**EXERCISE GOAL:** For the word "needed", state the number of lines in the data that contain it, and nothing else.

**EXCERPTED DATA:**
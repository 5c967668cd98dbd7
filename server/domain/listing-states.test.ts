import { describe, expect, it } from 'vitest';
import {
  allowedActions,
  editRequiresReview,
  isFinal,
  isLive,
  listingStates,
  transition,
  type ListingAction,
  type ListingActor,
  type ListingState,
} from './listing-states';

function next(state: ListingState, action: ListingAction | Exclude<ListingAction['type'], 'edit'>, actor: ListingActor) {
  const result = transition(state, action, actor);
  if (!result.ok) throw new Error(`unexpected error: ${result.error.code} ${result.error.message}`);
  return result.state;
}

describe('transition: the happy path', () => {
  it('when a seller submits a draft and an admin approves it, then it goes live', () => {
    const submitted = next('draft', 'submit', 'seller');
    expect(submitted).toBe('submitted');
    const approved = next(submitted, 'approve', 'admin');
    expect(approved).toBe('approved');
    expect(isLive(approved)).toBe(true);
  });

  it('when an admin requests changes and the seller resubmits, then it is back in review', () => {
    expect(next('submitted', 'request_changes', 'admin')).toBe('changes_requested');
    expect(next('changes_requested', 'submit', 'seller')).toBe('submitted');
  });

  it('when the system sells out and restocks a live listing, then it goes sold_out and back to approved', () => {
    expect(next('approved', 'sell_out', 'system')).toBe('sold_out');
    expect(next('sold_out', 'restock', 'system')).toBe('approved');
  });

  it('when a seller withdraws from any open state, then it is withdrawn', () => {
    for (const s of ['draft', 'submitted', 'approved', 'changes_requested', 'sold_out'] as const) {
      expect(next(s, 'withdraw', 'seller')).toBe('withdrawn');
    }
  });

  it('when a seller reopens a withdrawn listing, then it becomes a draft that needs review again', () => {
    expect(next('withdrawn', 'reopen', 'seller')).toBe('draft');
  });
});

describe('transition: refusals', () => {
  it('when a seller tries to approve, then the error says the actor is not allowed', () => {
    const result = transition('submitted', 'approve', 'seller');
    expect(result).toMatchObject({ ok: false, error: { code: 'forbidden_actor', state: 'submitted', action: 'approve' } });
  });

  it('when an admin approves a draft that was never submitted, then the transition is invalid', () => {
    expect(transition('draft', 'approve', 'admin')).toMatchObject({ ok: false, error: { code: 'invalid_transition' } });
  });

  it('when a seller tries to sell out a listing, then only the system may', () => {
    expect(transition('approved', 'sell_out', 'seller')).toMatchObject({ ok: false, error: { code: 'forbidden_actor' } });
  });

  it('when restocking a listing that is not sold out, then the transition is invalid', () => {
    expect(transition('approved', 'restock', 'system')).toMatchObject({ ok: false, error: { code: 'invalid_transition' } });
  });

  it('when anything is done to a rejected listing, then it stays final', () => {
    expect(isFinal('rejected')).toBe(true);
    for (const actor of ['seller', 'admin', 'system'] as const) expect(allowedActions('rejected', actor)).toEqual([]);
    expect(transition('rejected', 'submit', 'seller')).toMatchObject({ ok: false, error: { code: 'invalid_transition' } });
  });

  it('when an unknown action is given, then a typed unknown_action error comes back', () => {
    const result = transition('draft', { type: 'publish' } as unknown as ListingAction, 'seller');
    expect(result).toMatchObject({ ok: false, error: { code: 'unknown_action' } });
  });

  it('when the state itself is unknown, then a clear error is thrown', () => {
    expect(() => transition('live' as ListingState, 'submit', 'seller')).toThrow(/Unknown listing state/);
  });
});

describe('transition: admin take-down', () => {
  it('when an admin rejects a live or sold-out listing, then it is taken down as rejected', () => {
    expect(next('approved', 'reject', 'admin')).toBe('rejected');
    expect(next('sold_out', 'reject', 'admin')).toBe('rejected');
  });
});

describe('transition: edits', () => {
  it("when an approved listing's part, condition or photos change, then it goes back to review", () => {
    for (const field of ['partId', 'condition', 'photos']) {
      const result = transition('approved', { type: 'edit', changedFields: [field] }, 'seller');
      expect(result).toEqual({ ok: true, state: 'submitted', reviewRequired: true });
    }
  });

  it('when only quantity, price or description change, then it stays approved', () => {
    const result = transition('approved', { type: 'edit', changedFields: ['quantity', 'priceCents', 'description'] }, 'seller');
    expect(result).toEqual({ ok: true, state: 'approved', reviewRequired: false });
  });

  it('when a price change is mixed with a photo change, then review is needed', () => {
    expect(next('approved', { type: 'edit', changedFields: ['priceCents', 'photos'] }, 'seller')).toBe('submitted');
  });

  it('when a sold-out listing changes its condition, then it goes back to review; a price change keeps it sold out', () => {
    expect(next('sold_out', { type: 'edit', changedFields: ['condition'] }, 'seller')).toBe('submitted');
    expect(next('sold_out', { type: 'edit', changedFields: ['priceCents'] }, 'seller')).toBe('sold_out');
  });

  it('when a draft or changes-requested listing is edited, then its state does not change', () => {
    expect(next('draft', { type: 'edit', changedFields: ['photos'] }, 'seller')).toBe('draft');
    expect(next('changes_requested', { type: 'edit', changedFields: ['condition'] }, 'seller')).toBe('changes_requested');
  });

  it('when a withdrawn or rejected listing is edited, then the edit is refused', () => {
    expect(transition('withdrawn', { type: 'edit', changedFields: ['priceCents'] }, 'seller')).toMatchObject({ ok: false });
    expect(transition('rejected', { type: 'edit', changedFields: ['priceCents'] }, 'seller')).toMatchObject({ ok: false });
  });

  it('when an admin tries to edit through the seller path, then it is refused', () => {
    expect(transition('approved', { type: 'edit', changedFields: ['priceCents'] }, 'admin')).toMatchObject({
      ok: false,
      error: { code: 'forbidden_actor' },
    });
  });
});

describe('editRequiresReview', () => {
  it('when nothing changed, then no review is needed', () => {
    expect(editRequiresReview([])).toBe(false);
  });

  it('when a field unknown to the allowlist changes, then review is needed (safe by default)', () => {
    expect(editRequiresReview(['title'])).toBe(true);
    expect(editRequiresReview(['rubberUse'])).toBe(true);
    expect(editRequiresReview(['someFutureField'])).toBe(true);
  });

  it('when only stock and commercial fields change, then no review is needed', () => {
    expect(editRequiresReview(['quantity', 'priceCents', 'description', 'shipping', 'pickup'])).toBe(false);
  });
});

describe('allowedActions', () => {
  it('when listing actions per state, then every state has a defined answer for each actor', () => {
    expect(allowedActions('submitted', 'admin')).toEqual(['approve', 'request_changes', 'reject']);
    expect(allowedActions('draft', 'seller')).toEqual(['submit', 'withdraw', 'edit']);
    expect(allowedActions('approved', 'system')).toEqual(['sell_out']);
    for (const s of listingStates) expect(Array.isArray(allowedActions(s, 'seller'))).toBe(true);
  });
});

**FINISHED TASK:** 4